PROVIDED INFORMATION:
# # #

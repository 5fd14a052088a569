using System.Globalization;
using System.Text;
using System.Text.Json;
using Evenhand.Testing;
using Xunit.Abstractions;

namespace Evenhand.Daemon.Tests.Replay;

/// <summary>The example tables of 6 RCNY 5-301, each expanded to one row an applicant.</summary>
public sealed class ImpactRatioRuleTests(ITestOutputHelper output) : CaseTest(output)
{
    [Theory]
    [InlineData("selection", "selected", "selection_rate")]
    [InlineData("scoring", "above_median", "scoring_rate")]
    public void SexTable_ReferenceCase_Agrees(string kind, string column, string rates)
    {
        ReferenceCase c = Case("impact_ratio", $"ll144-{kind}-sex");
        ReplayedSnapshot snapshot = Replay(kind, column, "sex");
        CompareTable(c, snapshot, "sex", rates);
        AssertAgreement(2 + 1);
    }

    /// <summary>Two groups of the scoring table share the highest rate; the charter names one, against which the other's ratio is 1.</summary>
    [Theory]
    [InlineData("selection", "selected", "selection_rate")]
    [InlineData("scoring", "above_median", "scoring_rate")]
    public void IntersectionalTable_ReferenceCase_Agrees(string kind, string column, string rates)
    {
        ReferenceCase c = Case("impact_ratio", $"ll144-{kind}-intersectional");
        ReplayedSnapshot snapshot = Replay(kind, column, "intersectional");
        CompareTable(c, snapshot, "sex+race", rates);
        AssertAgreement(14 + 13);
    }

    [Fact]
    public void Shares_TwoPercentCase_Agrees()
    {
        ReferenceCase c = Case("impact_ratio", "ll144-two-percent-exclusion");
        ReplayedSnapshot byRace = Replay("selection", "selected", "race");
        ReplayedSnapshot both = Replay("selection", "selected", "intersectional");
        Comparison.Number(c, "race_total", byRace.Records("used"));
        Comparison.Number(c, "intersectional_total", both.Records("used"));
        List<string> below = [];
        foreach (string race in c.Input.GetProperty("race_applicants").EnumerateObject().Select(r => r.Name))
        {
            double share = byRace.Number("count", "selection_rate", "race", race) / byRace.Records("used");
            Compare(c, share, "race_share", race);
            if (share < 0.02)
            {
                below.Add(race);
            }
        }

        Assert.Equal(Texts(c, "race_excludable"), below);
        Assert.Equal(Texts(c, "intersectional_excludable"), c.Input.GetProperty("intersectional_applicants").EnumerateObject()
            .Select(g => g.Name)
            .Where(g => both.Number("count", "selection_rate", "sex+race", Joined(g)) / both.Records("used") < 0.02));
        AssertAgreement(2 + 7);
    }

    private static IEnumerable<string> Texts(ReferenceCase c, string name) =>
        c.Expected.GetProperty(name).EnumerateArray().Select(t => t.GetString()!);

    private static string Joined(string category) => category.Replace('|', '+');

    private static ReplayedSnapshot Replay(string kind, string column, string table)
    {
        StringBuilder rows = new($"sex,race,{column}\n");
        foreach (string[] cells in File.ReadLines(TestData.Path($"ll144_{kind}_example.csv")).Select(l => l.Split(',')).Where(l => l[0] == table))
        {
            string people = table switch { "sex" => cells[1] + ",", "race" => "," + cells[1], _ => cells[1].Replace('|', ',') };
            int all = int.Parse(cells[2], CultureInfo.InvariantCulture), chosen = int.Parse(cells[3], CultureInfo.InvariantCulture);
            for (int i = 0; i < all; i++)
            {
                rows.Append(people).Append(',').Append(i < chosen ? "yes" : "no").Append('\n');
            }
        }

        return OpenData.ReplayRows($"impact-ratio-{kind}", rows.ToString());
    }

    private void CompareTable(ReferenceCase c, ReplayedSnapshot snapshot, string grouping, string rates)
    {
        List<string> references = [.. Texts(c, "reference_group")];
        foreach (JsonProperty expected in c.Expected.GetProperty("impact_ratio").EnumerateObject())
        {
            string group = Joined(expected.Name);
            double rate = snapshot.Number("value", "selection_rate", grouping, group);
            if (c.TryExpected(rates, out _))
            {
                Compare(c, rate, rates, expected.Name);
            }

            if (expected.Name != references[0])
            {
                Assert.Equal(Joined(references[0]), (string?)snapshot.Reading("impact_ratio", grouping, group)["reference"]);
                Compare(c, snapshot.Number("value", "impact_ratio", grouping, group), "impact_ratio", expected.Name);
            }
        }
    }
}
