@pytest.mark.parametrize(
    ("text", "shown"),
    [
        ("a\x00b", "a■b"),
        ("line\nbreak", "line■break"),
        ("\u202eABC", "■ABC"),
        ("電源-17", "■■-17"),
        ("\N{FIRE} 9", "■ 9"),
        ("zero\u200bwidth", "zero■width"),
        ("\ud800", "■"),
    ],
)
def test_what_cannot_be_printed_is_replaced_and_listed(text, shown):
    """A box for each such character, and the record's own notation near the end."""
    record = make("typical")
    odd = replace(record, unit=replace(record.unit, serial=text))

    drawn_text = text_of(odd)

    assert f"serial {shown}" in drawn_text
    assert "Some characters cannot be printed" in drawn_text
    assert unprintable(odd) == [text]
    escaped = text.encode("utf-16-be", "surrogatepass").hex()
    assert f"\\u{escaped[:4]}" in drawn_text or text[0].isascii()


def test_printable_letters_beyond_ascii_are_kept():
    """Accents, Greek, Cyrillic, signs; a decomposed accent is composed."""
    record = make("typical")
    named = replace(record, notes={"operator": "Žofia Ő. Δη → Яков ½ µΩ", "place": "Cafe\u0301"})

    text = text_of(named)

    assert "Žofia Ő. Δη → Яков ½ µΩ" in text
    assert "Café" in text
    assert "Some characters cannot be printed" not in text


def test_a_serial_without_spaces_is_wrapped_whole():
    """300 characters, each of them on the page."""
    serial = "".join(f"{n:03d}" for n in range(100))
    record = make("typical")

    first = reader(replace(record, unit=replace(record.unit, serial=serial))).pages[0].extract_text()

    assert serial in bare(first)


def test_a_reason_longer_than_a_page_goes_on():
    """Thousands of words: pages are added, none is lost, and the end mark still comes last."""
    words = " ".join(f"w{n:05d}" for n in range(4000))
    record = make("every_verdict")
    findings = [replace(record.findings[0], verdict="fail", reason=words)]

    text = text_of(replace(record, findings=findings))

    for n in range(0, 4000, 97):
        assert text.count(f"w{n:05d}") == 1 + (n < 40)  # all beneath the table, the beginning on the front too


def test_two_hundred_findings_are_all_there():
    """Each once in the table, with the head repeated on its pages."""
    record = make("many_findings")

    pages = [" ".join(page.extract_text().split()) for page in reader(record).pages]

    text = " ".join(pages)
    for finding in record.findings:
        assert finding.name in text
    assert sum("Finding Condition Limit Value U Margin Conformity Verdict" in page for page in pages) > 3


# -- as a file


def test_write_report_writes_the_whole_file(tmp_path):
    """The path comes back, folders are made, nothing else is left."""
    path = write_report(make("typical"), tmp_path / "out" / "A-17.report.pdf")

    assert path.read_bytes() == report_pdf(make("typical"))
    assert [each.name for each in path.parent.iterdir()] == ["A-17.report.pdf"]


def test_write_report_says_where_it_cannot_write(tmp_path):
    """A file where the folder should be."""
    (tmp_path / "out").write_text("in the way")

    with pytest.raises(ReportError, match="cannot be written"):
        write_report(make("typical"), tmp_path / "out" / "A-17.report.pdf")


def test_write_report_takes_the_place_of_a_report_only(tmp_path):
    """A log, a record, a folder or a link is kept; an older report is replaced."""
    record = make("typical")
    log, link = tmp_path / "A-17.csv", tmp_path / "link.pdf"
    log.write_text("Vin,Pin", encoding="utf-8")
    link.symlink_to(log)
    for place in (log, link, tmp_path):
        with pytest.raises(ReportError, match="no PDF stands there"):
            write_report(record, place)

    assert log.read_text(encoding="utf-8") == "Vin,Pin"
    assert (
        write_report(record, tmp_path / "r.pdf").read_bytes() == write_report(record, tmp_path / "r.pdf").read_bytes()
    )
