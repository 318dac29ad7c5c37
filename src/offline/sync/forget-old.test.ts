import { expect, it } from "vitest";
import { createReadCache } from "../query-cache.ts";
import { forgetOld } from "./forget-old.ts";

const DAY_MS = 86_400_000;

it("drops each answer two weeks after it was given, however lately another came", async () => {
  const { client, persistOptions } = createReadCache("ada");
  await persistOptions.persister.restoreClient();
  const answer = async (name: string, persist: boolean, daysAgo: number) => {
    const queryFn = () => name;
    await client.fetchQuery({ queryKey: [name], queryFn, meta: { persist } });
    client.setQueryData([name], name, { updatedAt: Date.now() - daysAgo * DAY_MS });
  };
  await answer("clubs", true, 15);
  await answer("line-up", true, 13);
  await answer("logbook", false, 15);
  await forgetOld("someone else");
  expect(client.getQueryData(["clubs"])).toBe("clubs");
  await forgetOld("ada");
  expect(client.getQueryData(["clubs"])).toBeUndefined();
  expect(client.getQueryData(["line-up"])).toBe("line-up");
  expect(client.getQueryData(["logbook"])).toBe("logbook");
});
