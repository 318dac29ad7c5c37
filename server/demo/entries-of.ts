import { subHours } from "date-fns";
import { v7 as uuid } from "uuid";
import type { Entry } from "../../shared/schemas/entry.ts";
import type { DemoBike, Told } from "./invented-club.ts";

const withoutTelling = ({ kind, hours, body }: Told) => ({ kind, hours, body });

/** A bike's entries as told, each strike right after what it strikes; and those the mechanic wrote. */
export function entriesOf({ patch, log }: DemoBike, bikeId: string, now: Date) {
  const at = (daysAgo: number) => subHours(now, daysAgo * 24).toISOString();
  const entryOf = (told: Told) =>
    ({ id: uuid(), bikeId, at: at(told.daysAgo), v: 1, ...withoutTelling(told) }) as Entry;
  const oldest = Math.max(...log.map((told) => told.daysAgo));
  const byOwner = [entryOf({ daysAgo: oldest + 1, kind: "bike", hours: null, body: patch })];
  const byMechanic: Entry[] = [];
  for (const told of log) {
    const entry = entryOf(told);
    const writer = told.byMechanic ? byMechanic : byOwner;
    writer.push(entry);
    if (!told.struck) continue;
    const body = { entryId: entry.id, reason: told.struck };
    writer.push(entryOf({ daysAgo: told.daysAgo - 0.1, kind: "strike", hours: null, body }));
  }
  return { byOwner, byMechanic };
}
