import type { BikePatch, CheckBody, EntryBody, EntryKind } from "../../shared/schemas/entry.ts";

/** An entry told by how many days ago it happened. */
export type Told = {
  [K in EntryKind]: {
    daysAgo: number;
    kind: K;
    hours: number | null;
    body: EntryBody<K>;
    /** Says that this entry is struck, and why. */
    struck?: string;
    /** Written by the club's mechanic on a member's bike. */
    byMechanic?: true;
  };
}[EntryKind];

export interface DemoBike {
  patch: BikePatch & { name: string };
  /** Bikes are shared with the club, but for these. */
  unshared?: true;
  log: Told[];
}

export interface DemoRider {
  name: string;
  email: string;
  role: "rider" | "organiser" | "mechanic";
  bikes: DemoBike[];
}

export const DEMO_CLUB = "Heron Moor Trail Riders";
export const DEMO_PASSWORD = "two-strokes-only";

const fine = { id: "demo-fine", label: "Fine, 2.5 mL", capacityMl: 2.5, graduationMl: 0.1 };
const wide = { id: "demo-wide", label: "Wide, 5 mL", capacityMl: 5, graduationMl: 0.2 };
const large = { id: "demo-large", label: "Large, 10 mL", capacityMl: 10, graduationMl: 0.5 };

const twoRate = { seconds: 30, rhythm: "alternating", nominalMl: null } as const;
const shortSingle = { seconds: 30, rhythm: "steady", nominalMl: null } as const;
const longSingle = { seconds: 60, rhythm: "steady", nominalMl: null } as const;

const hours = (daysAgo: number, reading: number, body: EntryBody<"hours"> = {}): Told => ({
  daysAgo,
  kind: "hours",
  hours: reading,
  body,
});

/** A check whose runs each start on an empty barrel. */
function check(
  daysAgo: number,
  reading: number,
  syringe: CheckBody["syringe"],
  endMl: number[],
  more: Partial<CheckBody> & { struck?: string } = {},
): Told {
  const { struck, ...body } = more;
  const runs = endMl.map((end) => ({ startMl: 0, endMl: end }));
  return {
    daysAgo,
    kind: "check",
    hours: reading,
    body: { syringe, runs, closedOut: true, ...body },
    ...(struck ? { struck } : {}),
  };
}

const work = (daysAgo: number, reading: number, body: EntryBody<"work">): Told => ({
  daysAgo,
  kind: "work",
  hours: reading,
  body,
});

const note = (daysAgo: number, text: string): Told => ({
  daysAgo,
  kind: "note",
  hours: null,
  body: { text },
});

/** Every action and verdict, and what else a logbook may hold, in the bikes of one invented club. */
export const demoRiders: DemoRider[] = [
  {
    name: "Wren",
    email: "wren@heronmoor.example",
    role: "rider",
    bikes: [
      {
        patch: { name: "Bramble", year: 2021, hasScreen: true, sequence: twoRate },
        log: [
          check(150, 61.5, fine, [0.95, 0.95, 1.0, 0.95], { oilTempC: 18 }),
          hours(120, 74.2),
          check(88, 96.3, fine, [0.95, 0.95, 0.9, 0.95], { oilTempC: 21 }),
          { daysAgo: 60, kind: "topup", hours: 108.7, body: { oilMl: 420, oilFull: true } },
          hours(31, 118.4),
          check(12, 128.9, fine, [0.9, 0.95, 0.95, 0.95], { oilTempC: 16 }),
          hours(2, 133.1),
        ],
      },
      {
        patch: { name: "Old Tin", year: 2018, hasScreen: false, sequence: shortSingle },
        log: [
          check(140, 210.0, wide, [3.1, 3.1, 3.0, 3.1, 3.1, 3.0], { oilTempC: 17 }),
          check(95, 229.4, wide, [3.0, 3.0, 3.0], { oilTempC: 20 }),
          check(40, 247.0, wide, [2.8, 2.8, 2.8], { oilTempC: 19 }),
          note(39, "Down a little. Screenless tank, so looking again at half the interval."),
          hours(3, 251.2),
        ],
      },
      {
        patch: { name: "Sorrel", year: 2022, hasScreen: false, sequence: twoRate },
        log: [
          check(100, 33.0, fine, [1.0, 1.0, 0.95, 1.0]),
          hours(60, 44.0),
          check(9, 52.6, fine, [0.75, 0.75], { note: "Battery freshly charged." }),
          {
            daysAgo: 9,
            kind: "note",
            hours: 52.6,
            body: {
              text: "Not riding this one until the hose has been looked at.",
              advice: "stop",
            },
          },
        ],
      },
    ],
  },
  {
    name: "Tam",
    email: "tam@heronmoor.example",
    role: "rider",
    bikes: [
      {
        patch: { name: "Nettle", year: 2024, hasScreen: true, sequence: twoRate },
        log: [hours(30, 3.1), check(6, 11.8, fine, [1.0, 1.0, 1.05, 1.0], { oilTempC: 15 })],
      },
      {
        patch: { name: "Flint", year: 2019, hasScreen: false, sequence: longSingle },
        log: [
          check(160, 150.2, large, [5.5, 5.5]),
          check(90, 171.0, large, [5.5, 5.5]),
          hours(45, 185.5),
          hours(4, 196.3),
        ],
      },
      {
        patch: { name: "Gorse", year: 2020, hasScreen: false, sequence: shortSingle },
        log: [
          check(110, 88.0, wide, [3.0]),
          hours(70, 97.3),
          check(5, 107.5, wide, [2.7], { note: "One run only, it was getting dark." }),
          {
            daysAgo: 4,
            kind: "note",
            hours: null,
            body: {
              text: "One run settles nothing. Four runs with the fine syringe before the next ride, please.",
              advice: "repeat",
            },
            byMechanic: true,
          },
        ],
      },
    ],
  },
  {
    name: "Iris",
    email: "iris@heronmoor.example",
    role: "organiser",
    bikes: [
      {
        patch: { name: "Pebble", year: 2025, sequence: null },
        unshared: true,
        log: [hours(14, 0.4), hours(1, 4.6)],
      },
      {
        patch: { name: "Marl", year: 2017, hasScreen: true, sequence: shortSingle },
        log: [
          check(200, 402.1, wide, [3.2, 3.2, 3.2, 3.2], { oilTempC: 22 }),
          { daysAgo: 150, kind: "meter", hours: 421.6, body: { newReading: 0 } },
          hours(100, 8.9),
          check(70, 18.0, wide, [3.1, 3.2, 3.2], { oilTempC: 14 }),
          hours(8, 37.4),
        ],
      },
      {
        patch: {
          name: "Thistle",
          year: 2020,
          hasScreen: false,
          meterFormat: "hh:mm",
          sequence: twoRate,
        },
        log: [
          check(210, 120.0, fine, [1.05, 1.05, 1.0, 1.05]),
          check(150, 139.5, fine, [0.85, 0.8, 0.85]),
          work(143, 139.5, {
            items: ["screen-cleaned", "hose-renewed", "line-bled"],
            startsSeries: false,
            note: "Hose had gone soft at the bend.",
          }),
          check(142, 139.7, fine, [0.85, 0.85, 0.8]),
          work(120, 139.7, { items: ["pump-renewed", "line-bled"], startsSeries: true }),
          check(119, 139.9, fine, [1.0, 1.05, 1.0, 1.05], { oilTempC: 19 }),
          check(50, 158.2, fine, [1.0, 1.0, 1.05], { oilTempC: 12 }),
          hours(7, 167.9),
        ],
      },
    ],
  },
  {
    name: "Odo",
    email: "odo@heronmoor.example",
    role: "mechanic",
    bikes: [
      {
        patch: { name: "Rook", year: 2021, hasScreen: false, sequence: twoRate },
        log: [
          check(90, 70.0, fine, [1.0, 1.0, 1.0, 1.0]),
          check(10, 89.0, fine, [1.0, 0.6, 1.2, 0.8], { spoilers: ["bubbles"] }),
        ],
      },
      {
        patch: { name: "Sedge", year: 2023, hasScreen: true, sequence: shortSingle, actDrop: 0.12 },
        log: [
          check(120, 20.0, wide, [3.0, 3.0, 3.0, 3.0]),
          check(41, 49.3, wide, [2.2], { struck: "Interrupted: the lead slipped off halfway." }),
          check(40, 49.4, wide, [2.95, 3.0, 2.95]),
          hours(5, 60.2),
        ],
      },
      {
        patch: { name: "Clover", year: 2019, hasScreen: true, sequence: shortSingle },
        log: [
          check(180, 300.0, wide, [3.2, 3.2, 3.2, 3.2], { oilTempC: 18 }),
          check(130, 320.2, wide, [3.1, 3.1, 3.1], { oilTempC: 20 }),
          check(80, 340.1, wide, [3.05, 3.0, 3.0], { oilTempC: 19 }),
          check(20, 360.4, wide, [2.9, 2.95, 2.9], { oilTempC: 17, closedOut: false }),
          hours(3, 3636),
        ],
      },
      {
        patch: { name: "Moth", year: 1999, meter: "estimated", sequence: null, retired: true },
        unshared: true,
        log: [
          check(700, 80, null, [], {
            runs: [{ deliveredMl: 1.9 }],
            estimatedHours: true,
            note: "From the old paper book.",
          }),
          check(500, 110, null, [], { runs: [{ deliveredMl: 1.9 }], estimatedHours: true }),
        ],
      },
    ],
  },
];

# # #

TASK REQUIREMENTS:
Go through the material and copy out every line with "private" in it.

TASK RESPONSE:
    private static IEnumerable<string> Texts(ReferenceCase c, string name) =>
    private static string Joined(string category) => category.Replace('|', '+');
    private static ReplayedSnapshot Replay(string kind, string column, string table)
    private void CompareTable(ReferenceCase c, ReplayedSnapshot snapshot, string grouping, string rates)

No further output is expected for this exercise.